Aos poucos aquela secura foi passando e sua consciência, voltando. A ultima coisa da qual se lembrava era que tinha caído numa fenda quando já ia saindo da Rocha da Porta do Céu. E, de repente, foi tomada por uma duvidosa lucidez: é claro, só podia estar num hospital! Onde mais estaria?
- Pode deixa-lo entrar. - Ouviu novamente aquela voz e se pôs alerta.
Quem entraria pela porta: Miloch,
Murilo, padre Renzo? Quando ouviu o ruído da maçaneta, abriu mais os olhos e exclamou, aliviada:
- Miloch!
- Maiva, meu amor...
- Maiva? Quem é Maiva? Eu sou Salamandra!
        Viu o sorriso desaparecer do rosto bonito e uma expressão desconcertada tomar conta dele ao virar-se para o médico, que acenou que estava tudo bem.
O que estava acontecendo ali? Por que Miloch a tratava como se fosse outra pessoa?
        - Miloch, preciso falar com o padre Renzo, por favor.
- Com quem?
- Miloch, pare com essa brincadeira, preciso falar com o padre Renzo, é de suma importância que ele conheça o conteúdo dos pergaminhos. Ele precisa saber que libertei os mil braços de Deus antes de cair na fenda.
Atônito, tornou a olhar para o médico, que com um sinal da mão  confirmou que estava tudo bem e que continuasse. Então, com uma paciência que beirava a piedade, ele disse que Renzo não estava ali, mas que podia confiar nele para fazer chegar ao padre as importantes revelações.

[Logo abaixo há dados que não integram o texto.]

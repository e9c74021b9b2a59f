/**
 * From the register to the engine: the maker's stated accuracies of the instruments a traverse was
 * read with, as the engine's uncertainty inputs (lib/airflow/uncertainty.ts). Accuracies not stated
 * in the register are left out, so the engine uses its typical values for them.
 */
import type { InstrumentKind } from "@/db/schema";
import type { InstrumentAccuracy } from "@/lib/airflow/uncertainty";

export interface AccuracySource {
  kind: InstrumentKind;
  accuracyPct: number | null;
  accuracyFloor: number | null;
  humidityAccuracyPct: number | null;
}

function set<K extends keyof InstrumentAccuracy>(out: Partial<InstrumentAccuracy>, key: K, value: number | null): void {
  if (value !== null && Number.isFinite(value)) out[key] = value;
}

/**
 * The accuracies that the given instruments state, keyed as the engine's InstrumentAccuracy. Pass the
 * reading instrument (manometer or anemometer) and the air instruments; pitot tubes, hoods and others
 * carry no accuracy the traverse reduction uses, and are ignored.
 */
export function engineAccuracy(instruments: readonly (AccuracySource | null | undefined)[]): Partial<InstrumentAccuracy> {
  const out: Partial<InstrumentAccuracy> = {};
  for (const i of instruments) {
    if (!i) continue;
    switch (i.kind) {
      case "manometer":
        set(out, "pressureAccuracyPct", i.accuracyPct);
        set(out, "pressureFloorPa", i.accuracyFloor);
        break;
      case "thermal_anemometer":
      case "vane_anemometer":
        set(out, "velocityAccuracyPct", i.accuracyPct);
        set(out, "velocityFloorMS", i.accuracyFloor);
        break;
      case "thermo_hygrometer":
        set(out, "temperatureAccuracyC", i.accuracyFloor);
        set(out, "humidityAccuracyPct", i.humidityAccuracyPct);
        break;
      case "barometer":
        set(out, "barometricAccuracyPa", i.accuracyFloor);
        break;
      default:
        break;
    }
  }
  return out;
}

Pressentiu uma grande falsidade na promessa dele e decidiu que não perderia seu precioso tempo revelando mais nada! Aquele espirito encostado em Miloch não debocharia dela, nem a usaria para tomar conhecimento do que estava por acontecer. O Mal tinha sua expertise, mas ela o conhecia muito bem.
- Onde está Murilo? Quero falar com ele.
E foi dominada pelo estupor quando ouviu a voz de comando, dizer:
- Não se preocupe, é normal que uma pessoa ao acordar do coma viva por um tempo num universo à parte, resvalando entre alucinações e momentos de lucidez. Tenha paciência que logo tudo se normalizará. Vou deixa-los sozinhos, converse com ela, conte-lhe dos gêmeos, isso a ajudará a se recuperar mais rapidamente.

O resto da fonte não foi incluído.